Table 1 Areas under the ROC curve corresponding to the statistically significant parameters associated with a lower heart rate (≤ 70 beats/min)
DISCUSSION
The results of the present study show the modifications that some non-linear parameters of the HRV undergo in relation to the systematic practice of physical exercise.
Reimers et al 7 reported that neither an increase in resting parasympathetic tone nor a decrease in response to beta-adrenergic stimulation contribute to the decrease in HRV after regular exercise or systematic physical activity in humans, so that the authors of the present study consider that the differences between means of the variables analyzed respond to a change in the cardiovascular dynamics of the group exposed to systematic physical exercise, conditioned by a better balance of autonomic nervous system, and not to an autonomic cardiovascular imbalance in the group not exposed to regular physical activity.
When taking into account the psychic stress, it would be logical to conclude that the group of medical students presents higher levels of stress, due to the constant exposure to exams and evaluations, but the period in which the measurements were made coincides with the beginning of the semester, moment that constitutes the least stressful of the school year. However, this period coincides with the critical precompetitive stage, in which athletes must perform athletically to the maximum, since their performance in this stage depends on their participation in National Scholar Games, which is a stressful element in this group of individuals.
Deschodt-Arsac et al 8 in a recently published study showed that anxiety states and autonomic function might be improved by short-lasting cardiac coherence training, which brings improved resistance to stressful situations.
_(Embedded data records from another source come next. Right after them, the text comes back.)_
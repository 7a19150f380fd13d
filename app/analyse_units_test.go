package main

import (
	"strings"
	"testing"

	"fyne.io/fyne/v2/widget"

	"kinetarium/network"
)

// tableCell reads cell (row, col) of a table made by textTable.
func tableCell(t *testing.T, tbl *widget.Table, row, col int) string {
	t.Helper()
	var text string
	onUI(func() {
		o := tbl.CreateCell()
		tbl.UpdateCell(widget.TableCellID{Row: row, Col: col}, o)
		text = o.(*widget.Label).Text
	})
	return text
}

// The Steady state window shows the model's display units: the invented
// decay model in uM and s (made at k0 = 0.5 uM/s, cleared at k1 = 0.1/s,
// A ⇄ B at kf = 0.02/s, kr = 0.03/s) shown in h and nM has X = k0/k1 =
// 5 uM = 5000 nM, fluxes k0 = 0.5 uM/s = 1.8e6 nM/h, eigenvalues −0.05/s
// = −180/h and −0.1/s = −360/h and a slowest time scale of 20 s =
// 0.005556 h (first-order kinetics and the SI factors 1 h = 3600 s, 1 uM
// = 1000 nM, common practice). Without display units the headers name no
// unit, as before.
func TestSteadyWindowInDisplayUnits(t *testing.T) {
	for _, shown := range []bool{true, false} {
		m, err := network.Load("batch/testdata/units/decay.json")
		if err != nil {
			t.Fatal(err)
		}
		if shown {
			m.Simulation.Display = network.Display{Time: "h", Concentration: "nM"}
		}
		s, err := newSteadyWindow(newStudyApp(t), m, "test", false)
		if err != nil {
			t.Fatal(err)
		}
		s.ctl.deliver = onUI
		s.win.Show()
		onUI(s.start)
		waitFor(t, "the steady state", func() bool { return !s.ctl.running })
		table := func(tab int) *widget.Table { return s.tabs.Items[tab].Content.(*widget.Table) }
		want := []struct {
			tab, row, col int
			text          string
		}{
			{0, 0, 1, "concentration (nM)"}, {0, 1, 1, "5000"},
			{1, 0, 1, "flux (nM/h)"}, {1, 1, 1, "1.8e+06"},
			{2, 0, 1, "value (nM)"}, {2, 1, 1, "4000"},
			{3, 0, 1, "real part (1/h)"}, {3, 1, 1, "-180"}, {3, 2, 1, "-360"},
		}
		verdict := "Slowest time scale: 0.005556 h."
		if !shown {
			want = []struct {
				tab, row, col int
				text          string
			}{
				{0, 0, 1, "concentration"}, {0, 1, 1, "5"},
				{1, 0, 1, "flux"}, {1, 1, 1, "0.5"},
				{2, 0, 1, "value"}, {2, 1, 1, "4"},
				{3, 0, 1, "real part"}, {3, 1, 1, "-0.05"}, {3, 2, 1, "-0.1"},
			}
			verdict = "Slowest time scale: 20."
		}
		for _, w := range want {
			if got := tableCell(t, table(w.tab), w.row, w.col); got != w.text {
				t.Errorf("shown %v: tab %q cell (%d, %d) = %q, want %q", shown, s.tabs.Items[w.tab].Text, w.row, w.col, got, w.text)
			}
		}
		if !strings.Contains(s.verdict.Text, verdict) {
			t.Errorf("shown %v: verdict %q lacks %q", shown, s.verdict.Text, verdict)
		}
		if shown {
			saveShot(t, s.win, shotDir(t), "kinetarium-steady-units.png")
		}
		onUI(s.win.Close)
	}
}

// The Continuation window in display units: the Brusselator in uM and s
// shown in min and nM has its Hopf point at b = 1 + a² = 2 (1/s, the
// knob's own unit) with X = a = 1 uM = 1000 nM and period 2π s = 0.10472
// min (analytic-checks.md; 1 min = 60 s, 1 uM = 1000 nM, common
// practice).
func TestContinuationWindowInDisplayUnits(t *testing.T) {
	m, err := network.Load("batch/testdata/units/brusselator.json")
	if err != nil {
		t.Fatal(err)
	}
	m.Simulation.Display = network.Display{Time: "min", Concentration: "nM"}
	c, err := newContinuationWindow(newStudyApp(t), m, "test")
	if err != nil {
		t.Fatal(err)
	}
	c.ctl.deliver = onUI
	c.win.Show()
	onUI(func() {
		c.quantity.SetSelected(c.qs[1].label) // b
		c.from.SetText("0.5")
		c.to.SetText("4")
	})
	runAndWait(t, c.ctl)
	if c.d == nil || c.d.Knob != "b" || len(c.d.Specials) != 1 {
		t.Fatalf("diagram %+v, status %q", c.d, c.ctl.status.Text)
	}
	text := c.points.Objects[0].(*widget.Label).Text
	if want := "Hopf point at b = 2 1/s, X = 1000 nM, Y = 2000 nM: oscillations begin with period 0.10472 min"; text != want {
		t.Errorf("special point %q, want %q", text, want)
	}
	if got := c.diagram.plot.X.Label.Text + " | " + c.diagram.plot.Y.Label.Text; got != "b (1/s) | steady-state concentration (nM)" {
		t.Errorf("axes %q", got)
	}
	saveShot(t, c.win, shotDir(t), "kinetarium-continuation-units.png")
	onUI(c.win.Close)
}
SD1 was significantly different in both groups of individuals. Weippert et al 9 mentioned that the significant differences of absolute spectral powers of the increase of SD also demonstrates the distinct autonomic heart rate modulation under the different contraction modes. Together, these results speak for an increased dual autonomic cardiac modulation under regular exercise goad.
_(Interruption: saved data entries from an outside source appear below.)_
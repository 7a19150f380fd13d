package stochastic

import (
	"context"
	"errors"
	"fmt"
	"math"
	"math/big"
	"math/bits"
	"runtime"
	"slices"
	"sort"
	"sync"
	"sync/atomic"
	"time"

	"kinetarium/solve/explore"
)

// EnsembleSettings control RunEnsemble. The zero value of every field but
// Times means a sensible default.
type EnsembleSettings struct {
	Runs int    // runs of the whole ensemble; default 1000
	Seed uint64 // the same seed gives the same ensemble
	// Workers is the number of goroutines; default runtime.GOMAXPROCS(0).
	// Results do not depend on it.
	Workers int
	// Shard restricts the ensemble to the runs i with i mod N == I;
	// default all. Merged shards equal the ensemble run at once.
	Shard explore.Shard
	T0    float64
	Times []float64 // output grid, ascending, ≥ T0
	Sim   Settings
	// Keep is the number of runs kept whole (runs 0 … Keep−1), to draw
	// single trajectories; default 10, negative keeps none.
	Keep int
	// HistTimes are indices into Times at which the counts of every
	// species are tallied exactly.
	HistTimes []int
	// Passages asks for first-passage times.
	Passages []Passage
	// Progress, when set, is called with the fraction of the shard's runs
	// done, at most every 100 ms and once at the end; calls never overlap.
	Progress func(fraction float64)
}

// DefaultRuns and DefaultKeep are the defaults of EnsembleSettings.
const (
	DefaultRuns = 1000
	DefaultKeep = 10
)

// Wide is an unsigned 128-bit integer: the exact sums of counts and of
// their squares.
type Wide struct{ Hi, Lo uint64 }

func (w *Wide) add(hi, lo uint64) {
	var c uint64
	w.Lo, c = bits.Add64(w.Lo, lo, 0)
	w.Hi, _ = bits.Add64(w.Hi, hi, c)
}

// Int returns w as a big.Int.
func (w Wide) Int() *big.Int {
	z := new(big.Int).SetUint64(w.Hi)
	z.Lsh(z, 64)
	return z.Or(z, new(big.Int).SetUint64(w.Lo))
}

// Histogram is the exact tally of whole-number counts: Counts[k] runs had
// Values[k] molecules; Values ascend.
type Histogram struct {
	Values []int64
	Counts []uint64
}

func (h *Histogram) merge(o Histogram) {
	m := map[int64]uint64{}
	for k, v := range h.Values {
		m[v] += h.Counts[k]
	}
	for k, v := range o.Values {
		m[v] += o.Counts[k]
	}
	h.fromMap(m)
}

func (h *Histogram) fromMap(m map[int64]uint64) {
	h.Values, h.Counts = h.Values[:0], h.Counts[:0]
	for v := range m {
		h.Values = append(h.Values, v)
	}
	slices.Sort(h.Values)
	for _, v := range h.Values {
		h.Counts = append(h.Counts, m[v])
	}
}

// N returns the number of values tallied.
func (h *Histogram) N() uint64 {
	var n uint64
	for _, c := range h.Counts {
		n += c
	}
	return n
}

// PassTime is the first-passage time of one run.
type PassTime struct {
	Run int
	T   []float64 // one per passage; +Inf when not reached by the end
}

// Kept is one run kept whole: Counts[i] are the counts at Times[i].
type Kept struct {
	Run    int
	Counts [][]float64
}

// Failure is a run that failed.
type Failure struct {
	Run int
	Err string
}

// Ensemble is the summary of many runs of one network on one output grid,
// or of one shard of them. Every summary is exact and independent of the
// order of the runs: sums of counts and of their squares in 128-bit
// integers, the band histograms of explore.Bands, exact tallies, and
// per-run values sorted by run. So the result does not depend on the
// number of workers, and merged shards equal the ensemble run at once.
type Ensemble struct {
	Species []string
	Times   []float64
	Method  Method
	Runs    int // runs of the whole ensemble
	Seed    uint64
	Shard   explore.Shard
	Done    int // runs summarised (failed runs excluded)

	// Sum and SumSq hold Σx and Σx² at Times[i] for species s at
	// i·len(Species)+s.
	Sum, SumSq []Wide
	// Bands summarises every species (component s) over the runs.
	Bands     *explore.Bands
	HistTimes []int       // indices into Times
	Hist      []Histogram // at HistTimes[h] for species s at h·len(Species)+s
	Passages  []Passage
	PassTimes []PassTime // by run
	Kept      []Kept     // by run
	Failures  []Failure  // by run
	Stats     Stats
	Wall      time.Duration
}

// Mean returns the ensemble mean of species s at Times[i] (NaN with no
// runs).
func (e *Ensemble) Mean(i, s int) float64 {
	if e.Done == 0 {
		return math.NaN()
	}
	q := new(big.Float).SetInt(e.Sum[i*len(e.Species)+s].Int())
	q.Quo(q, new(big.Float).SetInt64(int64(e.Done)))
	v, _ := q.Float64()
	return v
}

// Var returns the sample variance (denominator n − 1) of species s at
// Times[i], computed exactly from the integer sums and rounded once (NaN
// with fewer than two runs).
func (e *Ensemble) Var(i, s int) float64 {
	n := int64(e.Done)
	if n < 2 {
		return math.NaN()
	}
	k := i*len(e.Species) + s
	sum, sq := e.Sum[k].Int(), e.SumSq[k].Int()
	num := new(big.Int).Mul(big.NewInt(n), sq)
	num.Sub(num, new(big.Int).Mul(sum, sum))
	q := new(big.Float).SetInt(num)
	q.Quo(q, new(big.Float).SetInt64(n*(n-1)))
	v, _ := q.Float64()
	return v
}

// SD returns the sample standard deviation of species s at Times[i].
func (e *Ensemble) SD(i, s int) float64 { return math.Sqrt(e.Var(i, s)) }

// newEnsemble returns an empty summary.
func newEnsemble(net *Network, set EnsembleSettings) *Ensemble {
	ns, nt := len(net.Species), len(set.Times)
	comps := make([]int, ns)
	for i := range comps {
		comps[i] = i
	}
	return &Ensemble{
		Species: append([]string(nil), net.Species...), Times: append([]float64(nil), set.Times...),
		Method: set.Sim.withDefaults().Method, Runs: set.Runs, Seed: set.Seed, Shard: set.Shard,
		Sum: make([]Wide, nt*ns), SumSq: make([]Wide, nt*ns),
		Bands:     explore.NewBands(comps, set.Times),
		HistTimes: append([]int(nil), set.HistTimes...), Hist: make([]Histogram, len(set.HistTimes)*ns),
		Passages: append([]Passage(nil), set.Passages...),
	}
}

// accumulator is one worker's part of an ensemble.
type accumulator struct {
	e    *Ensemble
	hist []map[int64]uint64
}

func (a *accumulator) add(run int, out []float64, pass []float64, keep bool) {
	e := a.e
	ns, nt := len(e.Species), len(e.Times)
	for k, x := range out[:nt*ns] {
		v := uint64(x)
		e.Sum[k].add(0, v)
		hi, lo := bits.Mul64(v, v)
		e.SumSq[k].add(hi, lo)
	}
	for s := range ns {
		cells := e.Bands.Cells[s*nt : (s+1)*nt]
		for i := range nt {
			cells[i].Add(out[i*ns+s])
		}
	}
	for h, i := range e.HistTimes {
		for s := range ns {
			a.hist[h*ns+s][int64(out[i*ns+s])]++
		}
	}
	if len(e.Passages) > 0 {
		e.PassTimes = append(e.PassTimes, PassTime{Run: run, T: append([]float64(nil), pass...)})
	}
	if keep {
		c := make([][]float64, nt)
		for i := range c {
			c[i] = append([]float64(nil), out[i*ns:(i+1)*ns]...)
		}
		e.Kept = append(e.Kept, Kept{Run: run, Counts: c})
	}
	e.Done++
}

// RunEnsemble runs the runs of set.Shard in parallel and summarises them.
// Run i draws its random numbers from RunSeed(set.Seed, i) alone. A run
// that fails is listed in Failures and left out of the summaries; when
// ctx ends, the runs done so far are returned with ctx's error.
func RunEnsemble(ctx context.Context, net *Network, set EnsembleSettings) (*Ensemble, error) {
	start := time.Now()
	if set.Runs == 0 {
		set.Runs = DefaultRuns
	}
	if set.Keep == 0 {
		set.Keep = DefaultKeep
	}
	switch {
	case set.Runs < 0:
		return nil, fmt.Errorf("stochastic: %d runs; expected a positive number", set.Runs)
	case len(set.Times) == 0:
		return nil, errors.New("stochastic: no output times")
	case set.Shard.N < 0 || (set.Shard.N > 0 && (set.Shard.I < 0 || set.Shard.I >= set.Shard.N)):
		return nil, fmt.Errorf("stochastic: shard %d/%d: expected 0 ≤ i < n", set.Shard.I, set.Shard.N)
	}
	if set.Shard.N == 1 {
		set.Shard = explore.Shard{}
	}
	for _, h := range set.HistTimes {
		if h < 0 || h >= len(set.Times) {
			return nil, fmt.Errorf("stochastic: histogram time index %d out of range [0, %d)", h, len(set.Times))
		}
	}
	for _, p := range set.Passages {
		if p.Species < 0 || p.Species >= len(net.Species) {
			return nil, fmt.Errorf("stochastic: passage species %d out of range", p.Species)
		}
	}
	// One simulator per worker, made before any run so that setup errors
	// come first.
	var runs []int
	for i := range set.Runs {
		if set.Shard.Has(i) {
			runs = append(runs, i)
		}
	}
	workers := set.Workers
	if workers <= 0 {
		workers = runtime.GOMAXPROCS(0)
	}
	workers = max(1, min(workers, len(runs)))
	sims := make([]*Simulator, workers)
	for w := range sims {
		s, err := NewSimulator(net, set.Sim)
		if err != nil {
			return nil, err
		}
		sims[w] = s
	}
	ns := len(net.Species)
	accs := make([]*accumulator, workers)
	var (
		next     atomic.Int64
		done     atomic.Int64
		progMu   sync.Mutex
		lastProg time.Time
		wg       sync.WaitGroup
	)
	progress := func(final bool) {
		if set.Progress == nil {
			return
		}
		progMu.Lock()
		defer progMu.Unlock()
		if !final && time.Since(lastProg) < 100*time.Millisecond {
			return
		}
		lastProg = time.Now()
		if len(runs) == 0 {
			set.Progress(1)
			return
		}
		set.Progress(float64(done.Load()) / float64(len(runs)))
	}
	for w := range workers {
		acc := &accumulator{e: newEnsemble(net, set)}
		for range acc.e.Hist {
			acc.hist = append(acc.hist, map[int64]uint64{})
		}
		accs[w] = acc
		wg.Add(1)
		go func(sim *Simulator) {
			defer wg.Done()
			out := make([]float64, len(set.Times)*ns)
			pass := make([]float64, len(set.Passages))
			for {
				n := int(next.Add(1)) - 1
				if n >= len(runs) || ctx.Err() != nil {
					return
				}
				r := runs[n]
				st, err := sim.Run(ctx, set.Seed, r, set.T0, set.Times, out, set.Passages, pass)
				if err != nil {
					if ctx.Err() != nil {
						return
					}
					acc.e.Failures = append(acc.e.Failures, Failure{Run: r, Err: err.Error()})
				} else {
					acc.e.Stats.add(st)
					acc.add(r, out, pass, r < set.Keep)
				}
				done.Add(1)
				progress(false)
			}
		}(sims[w])
	}
	wg.Wait()
	progress(true)
	e := newEnsemble(net, set)
	for _, a := range accs {
		for k := range a.hist {
			var h Histogram
			h.fromMap(a.hist[k])
			a.e.Hist[k] = h
		}
		if err := e.add(a.e); err != nil {
			return nil, err
		}
	}
	e.sortRuns()
	if err := e.compact(); err != nil {
		return nil, err
	}
	e.Wall = time.Since(start)
	return e, ctx.Err()
}

// add adds the summaries of o (same network, grid and settings).
func (e *Ensemble) add(o *Ensemble) error {
	if !slices.Equal(e.Species, o.Species) || !slices.Equal(e.Times, o.Times) || len(e.Hist) != len(o.Hist) || len(e.Passages) != len(o.Passages) {
		return errors.New("stochastic: the parts summarise different species, output times, histograms or passages")
	}
	for k := range e.Sum {
		e.Sum[k].add(o.Sum[k].Hi, o.Sum[k].Lo)
		e.SumSq[k].add(o.SumSq[k].Hi, o.SumSq[k].Lo)
	}
	if err := e.Bands.Merge(o.Bands); err != nil {
		return err
	}
	for k := range e.Hist {
		e.Hist[k].merge(o.Hist[k])
	}
	e.PassTimes = append(e.PassTimes, o.PassTimes...)
	e.Kept = append(e.Kept, o.Kept...)
	e.Failures = append(e.Failures, o.Failures...)
	e.Stats.add(o.Stats)
	e.Done += o.Done
	e.Wall += o.Wall
	return nil
}

func (e *Ensemble) sortRuns() {
	sort.Slice(e.PassTimes, func(a, b int) bool { return e.PassTimes[a].Run < e.PassTimes[b].Run })
	sort.Slice(e.Kept, func(a, b int) bool { return e.Kept[a].Run < e.Kept[b].Run })
	sort.Slice(e.Failures, func(a, b int) bool { return e.Failures[a].Run < e.Failures[b].Run })
}

// compact gives the band histograms their canonical form (explore.Merge
// trims them), so that equal ensembles are equal field by field.
func (e *Ensemble) compact() error {
	r, err := explore.Merge(&explore.Result{Size: e.Runs, Bands: e.Bands})
	if err != nil {
		return err
	}
	e.Bands = r.Bands
	return nil
}

// Quantile returns the p-quantile of species s at Times[i] from the band
// summaries (within explore.QuantileRelError).
func (e *Ensemble) Quantile(i, s int, p float64) float64 { return e.Bands.Quantile(s, i, p) }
Multiscale measures of HRV have generated a great deal of interest, but a systematic approach is required in order to identify appropriate measures that may be of benefit in the early identification of diseases of clinical importance to the practitioner.10 In the present study, differences were found between the means of these non-linear measurements, as well as Shannon Entropy and Multi-Scale Entropy Maximum.
Sample Entropy was significantly associated with a better cardiac function, so it is concluded that this parameter is affected when the heart is exposed to better autonomic regulation. These results do not coincide with Weippert's 9, which indicated that a change of sympatho-vagal balance towards a sympathetic dominance increases regularity and thus reduces entropy values.
CONCLUSIONS
With the systematic practice of physical exercise, the non-linear parameters of the autonomic cardiovascular regulation of the Heart Rate Variability undergo changes in the values of: Heart Rate, Standard Desviation 1 (SD1), SD2/SD1 ratio, Sample Entropy, Short-term fluctuations α1, Mean line length, Recurrence rate, Determinism and Shannon Entropy, which respond to a better adaptability of the autonomic nervous system, and to a greater capacity to regulate the cardiovascular function.